‘Middle of Nowhere’ by Kacey Musgraves
★★★
“To describe Middle of Nowhere with a rustic cliché, Kacey Musgraves is going back to her roots,” said Molly Mary O’Brien in Pitchfork. After years of exploring a pop-country blend, the 37-year-old Texas native has assembled a set of new songs that come across like a survey of the past 50 years of country music. Where 2024’s Deeper Well found the singer-songwriter practicing meditation and consulting star charts, Nowhere gives us “Dry Spell,” a “sultry, funny, and pristinely constructed song about not having had sex in 335 days.” While “Loneliest Girl” and the title track show her getting more comfortable with being on her own, she has packed much of the album with guests, including Miranda Lambert on “Horses and Divorces,” and Willie Nelson on “Uncertain, TX.” Fittingly, Middle of Nowhere has an in-between feeling, like a meal at a nouveau farm-to-table restaurant, said Grant Sharples in Paste. “There’s something for everyone, and the food’s pretty good, but nothing really reinvents the wheel.” While it’s as polished as Golden Hour, Musgraves’ 2018 Album of the Year winner, it “lacks the ingenuity.”

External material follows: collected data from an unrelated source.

"""The laptop's own certificate authority and the HTTPS certificate it issues for the home network.

A phone only registers the page's service worker in a secure context, so on the home network
Rondo speaks HTTPS with a server certificate signed by a CA made on this laptop; the phone
installs that CA once. The CA key is written with mode 0600 and never served.
"""

from __future__ import annotations

import datetime as dt
import ipaddress
import json
import os
import re
import shutil
import socket
import ssl
import subprocess
from dataclasses import dataclass
from pathlib import Path

from cryptography import x509
from cryptography.exceptions import InvalidSignature
from cryptography.hazmat.primitives import hashes, serialization
from cryptography.hazmat.primitives.asymmetric import ec
from cryptography.x509.oid import ExtendedKeyUsageOID, NameOID

__all__ = [
    "LanFiles",
    "CertificateSet",
    "local_interfaces",
    "host_names",
    "prepare",
    "load_ca",
    "ca_bytes",
    "ssl_context",
    "fingerprint_sha256",
    "permitted",
    "SERVER_VALIDITY_DAYS",
    "CA_VALIDITY_DAYS",
    "RENEW_BEFORE_DAYS",
    "PRIVATE_NETWORKS",
]

Address = ipaddress.IPv4Address | ipaddress.IPv6Address
Interface = ipaddress.IPv4Interface | ipaddress.IPv6Interface

# Phones refuse TLS server certificates valid for more than 825 days (Apple's rule for
# certificates issued since 2019, from memory of the platform's trust notes).
SERVER_VALIDITY_DAYS = 825
# A root on the phone is not bound by that rule; ten years spares re-installing it.
CA_VALIDITY_DAYS = 3650
RENEW_BEFORE_DAYS = 30  # re-issue this long before expiry (common practice, no source)
CLOCK_SKEW = dt.timedelta(hours=1)  # a phone's clock may run a little behind (common practice)

# What the CA may vouch for (RFC 5280 §4.2.1.10 name constraints): home-network ranges only,
# so a stolen CA key could not impersonate any public site on a phone that trusts it.
PRIVATE_NETWORKS = tuple(ipaddress.ip_network(n) for n in (
    "10.0.0.0/8", "172.16.0.0/12", "192.168.0.0/16",  # RFC 1918 §3
    "100.64.0.0/10",  # RFC 6598 shared address space (carrier and overlay networks)
    "127.0.0.0/8", "::1/128",  # loopback, RFC 1122 §3.2.1.3 and RFC 4291 §2.5.3
    "fc00::/7",  # RFC 4193 unique local IPv6
))
# A non-private network of this laptop joins the constraints only if it is no wider than this.
_WIDEST_PREFIX = {4: 16, 6: 48}
_LABEL = re.compile(r"^(?!-)[A-Za-z0-9-]{1,63}(?<!-)$")  # RFC 1123 §2.1 host name label


@dataclass(frozen=True)
class LanFiles:
    """Where the CA and the server certificate live inside the data folder."""

    directory: Path

    @property
    def ca_cert(self) -> Path:
        return self.directory / "ca-cert.pem"

    @property
    def ca_key(self) -> Path:
        return self.directory / "ca-key.pem"

    @property
    def server_cert(self) -> Path:
        return self.directory / "server-cert.pem"

    @property
    def server_key(self) -> Path:
        return self.directory / "server-key.pem"


@dataclass(frozen=True)
class CertificateSet:
    """The certificates in force and what ``prepare`` had to do to get them."""

    files: LanFiles
    ca: x509.Certificate
    server: x509.Certificate
    addresses: tuple[Address, ...]  # in the server certificate, loopback included
    names: tuple[str, ...]
    made_ca: bool
    issued_server: bool
    left_out: tuple[Address, ...]  # this laptop's addresses the CA may not vouch for


def local_interfaces() -> list[Interface]:
    """This laptop's addresses with their networks: ``ip -j addr`` where it exists, else the
    resolver's answer for the host name; loopback always; link-local never (it changes)."""
    found: list[Interface] = [ipaddress.ip_interface("127.0.0.1/8"),
                              ipaddress.ip_interface("::1/128")]
    found += _from_ip_command()
    found += _from_resolver()
    unique: dict[Address, Interface] = {}
    for iface in found:
        if iface.ip.is_link_local or iface.ip.is_unspecified or iface.ip.is_multicast:
            continue
        unique.setdefault(iface.ip, iface)
    return list(unique.values())


def _from_ip_command() -> list[Interface]:
    ip = shutil.which("ip")
    if ip is None:
        return []
    try:
        done = subprocess.run([ip, "-j", "addr"], capture_output=True, text=True, timeout=5,
                              check=True)
        links = json.loads(done.stdout)
    except (OSError, subprocess.SubprocessError, ValueError):
        return []
    out = []
    for link in links if isinstance(links, list) else []:
        for info in link.get("addr_info", []) if isinstance(link, dict) else []:
            try:
                out.append(ipaddress.ip_interface(f"{info['local']}/{info['prefixlen']}"))
            except (KeyError, TypeError, ValueError):
                continue
    return out


def _from_resolver() -> list[Interface]:
    try:
        answers = socket.getaddrinfo(socket.gethostname(), None)
    except OSError:
        return []
    out = []
    for _family, _type, _proto, _name, sockaddr in answers:
        try:
            out.append(ipaddress.ip_interface(sockaddr[0].split("%")[0]))
        except ValueError:
            continue
    return out


def host_names() -> list[str]:
    """``localhost``, this laptop's host name and its ``.local`` (mDNS) form, if valid names."""
    names = ["localhost"]
    host = socket.gethostname().strip().rstrip(".").lower()
    if host and all(_LABEL.match(label) for label in host.split(".")):
        names.append(host)
        if "." not in host:
            names.append(f"{host}.local")
    return list(dict.fromkeys(names))


def permitted(ca: x509.Certificate, address: Address) -> bool:
    """Whether the CA's name constraints allow a certificate for ``address``."""
    networks = _permitted_networks(ca)
    return networks is None or any(address in net for net in networks)


def _permitted_networks(ca: x509.Certificate):
    try:
        constraints = ca.extensions.get_extension_for_class(x509.NameConstraints).value
    except x509.ExtensionNotFound:
        return None
    return [g.value for g in constraints.permitted_subtrees or ()
            if isinstance(g, x509.IPAddress)]


def _permitted_names(ca: x509.Certificate, names: list[str]) -> list[str]:
    try:
        constraints = ca.extensions.get_extension_for_class(x509.NameConstraints).value
    except x509.ExtensionNotFound:
        return names
    allowed = [g.value.lower() for g in constraints.permitted_subtrees or ()
               if isinstance(g, x509.DNSName)]
    return [n for n in names if any(n == a or n.endswith("." + a) for a in allowed)]


def prepare(directory: str | os.PathLike, *, interfaces: list[Interface] | None = None,
            names: list[str] | None = None, now: dt.datetime | None = None) -> CertificateSet:
    """Load or make the CA, then (re-)issue the server certificate if it is missing, signed by
    another CA, near its end, or if this laptop's addresses or names changed."""
    files = LanFiles(Path(directory))
    interfaces = local_interfaces() if interfaces is None else interfaces
    names = host_names() if names is None else names
    now = now or dt.datetime.now(dt.UTC)
    _private_dir(files.directory)
    ca, ca_key = _load_pair(files.ca_cert, files.ca_key)
    made_ca = ca is None or ca.not_valid_after_utc - now < dt.timedelta(days=RENEW_BEFORE_DAYS)
    if made_ca:
        ca, ca_key = _make_ca(interfaces, names, now)
        _write(files.ca_key, _private_pem(ca_key), private=True)
        _write(files.ca_cert, ca.public_bytes(serialization.Encoding.PEM))
    wanted_ips = sorted({i.ip for i in interfaces if permitted(ca, i.ip)},
                        key=lambda a: (a.version, int(a)))
    left_out = tuple(sorted({i.ip for i in interfaces} - set(wanted_ips),
                            key=lambda a: (a.version, int(a))))
    wanted_names = _permitted_names(ca, names)
    server, _key = _load_pair(files.server_cert, files.server_key)
    issue = made_ca or server is None or not _current(server, ca, wanted_ips, wanted_names, now)
    if issue:
        server, server_key = _issue_server(ca, ca_key, wanted_ips, wanted_names, now)
        _write(files.server_key, _private_pem(server_key), private=True)
        _write(files.server_cert, server.public_bytes(serialization.Encoding.PEM))
    return CertificateSet(files, ca, server, tuple(wanted_ips), tuple(wanted_names), made_ca,
                          issue, left_out)


def load_ca(directory: str | os.PathLike) -> x509.Certificate:
    """The CA certificate (never its key) for the phone to download."""
    return x509.load_pem_x509_certificate(LanFiles(Path(directory)).ca_cert.read_bytes())


def ca_bytes(directory: str | os.PathLike, *, der: bool) -> bytes:
    """The CA certificate as DER (what phones install) or PEM text."""
    encoding = serialization.Encoding.DER if der else serialization.Encoding.PEM
    return load_ca(directory).public_bytes(encoding)


def ssl_context(files: LanFiles, context: ssl.SSLContext | None = None) -> ssl.SSLContext:
    """A TLS 1.2+ server context with the server certificate; pass ``context`` to reload it
    (new connections get the new certificate)."""
    if context is None:
        context = ssl.SSLContext(ssl.PROTOCOL_TLS_SERVER)
        context.minimum_version = ssl.TLSVersion.TLSv1_2
    context.load_cert_chain(str(files.server_cert), str(files.server_key))
    return context


def fingerprint_sha256(cert: x509.Certificate) -> str:
    """``AB:CD:...``: the SHA-256 fingerprint phones show in a certificate's details."""
    return cert.fingerprint(hashes.SHA256()).hex(":").upper()


def _current(server: x509.Certificate, ca: x509.Certificate, ips: list[Address],
             names: list[str], now: dt.datetime) -> bool:
    if server.issuer != ca.subject:
        return False
    try:
        ca.public_key().verify(server.signature, server.tbs_certificate_bytes,
                               ec.ECDSA(server.signature_hash_algorithm))
    except (InvalidSignature, TypeError, ValueError):
        return False
    if server.not_valid_after_utc - now < dt.timedelta(days=RENEW_BEFORE_DAYS):
        return False
    try:
        san = server.extensions.get_extension_for_class(x509.SubjectAlternativeName).value
    except x509.ExtensionNotFound:
        return False
    return (set(san.get_values_for_type(x509.IPAddress)) == set(ips)
            and set(san.get_values_for_type(x509.DNSName)) == set(names))


def _make_ca(interfaces: list[Interface], names: list[str], now: dt.datetime):
    key = ec.generate_private_key(ec.SECP256R1())  # P-256 (FIPS 186-4 §D.1.2.3)
    tag = os.urandom(4).hex()  # tells this laptop's CA from an earlier one on the phone
    subject = x509.Name([
        x509.NameAttribute(NameOID.COMMON_NAME, f"Rondo laptop CA {tag}"),
        x509.NameAttribute(NameOID.ORGANIZATION_NAME, "Rondo, this laptop only"),
    ])
    networks = list(PRIVATE_NETWORKS)
    for iface in interfaces:
        net = iface.network
        covered = any(iface.ip in n for n in networks)
        if not covered and net.prefixlen >= _WIDEST_PREFIX[net.version]:
            networks.append(net)
    constraints = x509.NameConstraints(
        permitted_subtrees=[x509.IPAddress(n) for n in networks]
        + [x509.DNSName(n) for n in names], excluded_subtrees=None)
    cert = (
        x509.CertificateBuilder()
        .subject_name(subject).issuer_name(subject)
        .public_key(key.public_key())
        .serial_number(x509.random_serial_number())
        .not_valid_before(now - CLOCK_SKEW)
        .not_valid_after(now + dt.timedelta(days=CA_VALIDITY_DAYS))
        # RFC 5280 §4.2.1.9: a CA certificate, no CA below it.
        .add_extension(x509.BasicConstraints(ca=True, path_length=0), critical=True)
        # RFC 5280 §4.2.1.3: signs certificates (and revocation lists), nothing else.
        .add_extension(x509.KeyUsage(
            digital_signature=False, content_commitment=False, key_encipherment=False,
            data_encipherment=False, key_agreement=False, key_cert_sign=True, crl_sign=True,
            encipher_only=False, decipher_only=False), critical=True)
        .add_extension(constraints, critical=True)  # RFC 5280 §4.2.1.10: MUST be critical
        .add_extension(x509.SubjectKeyIdentifier.from_public_key(key.public_key()),
                       critical=False)
        .sign(key, hashes.SHA256())
    )
    return cert, key


def _issue_server(ca: x509.Certificate, ca_key, ips: list[Address], names: list[str],
                  now: dt.datetime):
    key = ec.generate_private_key(ec.SECP256R1())
    host = next((n for n in names if n != "localhost"), "localhost")
    not_after = min(now + dt.timedelta(days=SERVER_VALIDITY_DAYS) - CLOCK_SKEW,
                    ca.not_valid_after_utc)
    san = [x509.DNSName(n) for n in names] + [x509.IPAddress(a) for a in ips]
    cert = (
        x509.CertificateBuilder()
        .subject_name(x509.Name([x509.NameAttribute(NameOID.COMMON_NAME, f"Rondo on {host}")]))
        .issuer_name(ca.subject)
        .public_key(key.public_key())
        .serial_number(x509.random_serial_number())
        .not_valid_before(now - CLOCK_SKEW)
        .not_valid_after(not_after)
        .add_extension(x509.BasicConstraints(ca=False, path_length=None), critical=True)
        .add_extension(x509.KeyUsage(
            digital_signature=True, content_commitment=False, key_encipherment=False,
            data_encipherment=False, key_agreement=False, key_cert_sign=False, crl_sign=False,
            encipher_only=False, decipher_only=False), critical=True)
        .add_extension(x509.ExtendedKeyUsage([ExtendedKeyUsageOID.SERVER_AUTH]), critical=False)
        .add_extension(x509.SubjectAlternativeName(san), critical=False)
        .add_extension(x509.SubjectKeyIdentifier.from_public_key(key.public_key()),
                       critical=False)
        .add_extension(x509.AuthorityKeyIdentifier.from_issuer_public_key(ca.public_key()),
                       critical=False)
        .sign(ca_key, hashes.SHA256())
    )
    return cert, key


def _load_pair(cert_path: Path, key_path: Path):
    try:
        cert = x509.load_pem_x509_certificate(cert_path.read_bytes())
        key = serialization.load_pem_private_key(key_path.read_bytes(), password=None)
    except (OSError, ValueError, TypeError):
        return None, None
    if cert.public_key().public_numbers() != key.public_key().public_numbers():
        return None, None
    return cert, key


def _private_pem(key) -> bytes:
    return key.private_bytes(serialization.Encoding.PEM, serialization.PrivateFormat.PKCS8,
                             serialization.NoEncryption())


def _private_dir(directory: Path) -> None:
    directory.mkdir(parents=True, exist_ok=True)
    os.chmod(directory, 0o700)


def _write(path: Path, data: bytes, *, private: bool = False) -> None:
    """Replace ``path`` whole; a private file is created 0600, never readable in between."""
    tmp = path.with_name(path.name + ".new")
    mode = 0o600 if private else 0o644
    fd = os.open(tmp, os.O_WRONLY | os.O_CREAT | os.O_TRUNC, mode)
    os.fchmod(fd, mode)  # an older leftover file keeps its mode otherwise
    with os.fdopen(fd, "wb") as out:
        out.write(data)
        out.flush()
        os.fsync(out.fileno())
    os.replace(tmp, path)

‘In Times of Dragons’ by Tori Amos
★★★
On her 18th album, Tori Amos “sounds like she’s rediscovered her fire and purpose,” said Neil Z. Yeung in AllMusic. Yet another “piano-driven epic,” this “devastating” concept album finds the 62-year-old assuming the role of an alter ego on a journey after breaking free of her marriage to a Lizard Demon billionaire. The record opens with “ominous” piano and “pounding martial drums” as Amos, her voice roughened by age, sings about breaking free with the Demon’s goons on her trail. “An instant classic,” that song raises the curtain on more than an hour of “some of the most powerful, wounded, and moving music of her career.” Throughout, “Amos grapples with her legacy through the relationship her heroine has with her long-lost daughter,” a role sung by Amos’ daughter, Natashya Hawley, said Maura Johnston in Rolling Stone. At the outset, Amos’ alter ego is worried that her experiences might make a monster of her, but by the end “she’s learned to live with her scars, using them as a power source.” That proves “an apt metaphor for Amos’ career and the ways she’s blended the confessional and the mystical to often stunning effect.”
‘Diavola’ by Gabrielle Cavassa
★★★
Balancing tenderness and quiet intensity, Gabrielle Cavassa’s voice “has an unforced spellbinding quality that draws the listener in,” said Jim Hynes in Glide. On her first album for Blue Note, the 31-year-old jazz singer “inhabits each lyric of the song as if it belongs to her.” That’s true even when the lyrics are incredibly familiar, as on the California native’s “slightly swinging” rendition of Billy Eckstine’s “Prisoner of Love” or on “Raindrops Keep Falling on My Head,” which she transforms with a “relaxed, slower-than-molasses tempo” that allows her to wring the essence out of every syllable. Compared with B.J. Thomas’ 1969 hit, Cavassa’s version is sweeter “but more contemplative,” said Will Coviello in NOLA.com. That track also features a gorgeous sax solo by Joshua Redman, who co-produced the album. Redman met Cavassa after his manager saw the award-winning singer perform at a New Orleans wedding. The album’s title track, co-written by Cavassa, is also its centerpiece. In Italian, a diavola is a dangerous, powerful woman, and likely a temptress. Cavassa inhabits the character’s vanity and flaws, turning the song into “a showpiece for her singing.”